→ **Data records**
▬▬▬▬▬▬

import fc from "fast-check";
import { describe, expect, it } from "vitest";
import { fitText, PLAIN, wrapText } from "@/iso/sheet/text-setting";
import { measureText } from "@/fonts/widths";
import { cornersOverlap } from "./text-boxes";

const words = fc.array(fc.string({ minLength: 1, maxLength: 30, unit: "grapheme" }).map((word) => word.replace(/[\s\p{Cc}\p{Zl}\p{Zp}]/gu, "") || "x"), { maxLength: 40 });
const fits = (line: string, width: number) => measureText(line, PLAIN.capMm, PLAIN.face) <= width;

describe("wrapText", () => {
  it("keeps every character, in order, in lines that fit", () => {
    fc.assert(
      fc.property(words, fc.double({ min: 8, max: 120, noNaN: true }), (list, width) => {
        const text = list.join(" ").normalize("NFC");
        const lines = wrapText(text, width, PLAIN, measureText);
        expect(lines.join("").replace(/ /g, "")).toBe(text.replace(/ /g, ""));
        for (const line of lines) expect([...line].length <= 1 || fits(line, width)).toBe(true);
      }),
      { seed: 11, numRuns: 300 },
    );
  });

  it("keeps line breaks and makes controls into spaces", () => {
    expect(wrapText("a\nb\u0007c", 50, PLAIN, measureText)).toEqual(["a", "b c"]);
  });

  it("gives one character a line when not even that fits", () => {
    expect(wrapText("abc", 0.1, PLAIN, measureText)).toEqual(["a", "b", "c"]);
  });
});

describe("fitText", () => {
  it("cuts with an ellipsis that fits and says so", () => {
    const text = "Evaporator 2 cooling water return to pump house north";
    const fitted = fitText(text, 30, 2, PLAIN, measureText);
    expect(fitted.cut).toBe(true);
    expect(fitted.lines).toHaveLength(2);
    expect(fitted.lines[1]!.endsWith("…")).toBe(true);
    for (const line of fitted.lines) expect(fits(line, 30)).toBe(true);
  });

  it("leaves a text that fits alone", () => {
    expect(fitText("NTS", 30, 1, PLAIN, measureText)).toEqual({ lines: ["NTS"], cut: false });
  });
});

describe("cornersOverlap, the eye of these tests", () => {
  const square = (x: number, y: number) => [[x, y], [x + 2, y], [x + 2, y + 2], [x, y + 2]] as const;
  it("sees an overlap, a touch and a gap apart", () => {
    expect(cornersOverlap(square(0, 0), square(1, 1), 0.05)).toBe(true);
    expect(cornersOverlap(square(0, 0), square(2, 0), 0.05)).toBe(false);
    expect(cornersOverlap(square(0, 0), square(5, 5), 0.05)).toBe(false);
  });
});

it("never parts inches from their fraction at a line's end", () => {
  const text = `begins at 35 7/16 and 12'-10 3/16" of 4 pieces 3/8 apart`;
  for (let widthMm = 24; widthMm < 120; widthMm += 3) {
    const lines = wrapText(text, widthMm, PLAIN, measureText);
    expect(lines.join(" ")).toBe(text);
    for (const line of lines.slice(1)) expect(line).not.toMatch(/^(7|3)\/16/);
  }
});
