import { getLedger } from '#server/diagrams.ts';
import { endpoint, json } from '#server/endpoint.ts';

export const { GET, ALL } = endpoint({ GET: (call) => json(getLedger(call.viewer, call.param('id'))) });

▬▬▬▬▬▬

→ **PROBLEM STATEMENT**
Search the records for the string "fitted" and, wherever a line contains it, please copy that line.

→ **RESULT OF THE EXERCISE**
    const fitted = fitText(text, 30, 2, PLAIN, measureText);
    expect(fitted.cut).toBe(true);
    expect(fitted.lines).toHaveLength(2);
    expect(fitted.lines[1]!.endsWith("…")).toBe(true);
    for (const line of fitted.lines) expect(fits(line, 30)).toBe(true);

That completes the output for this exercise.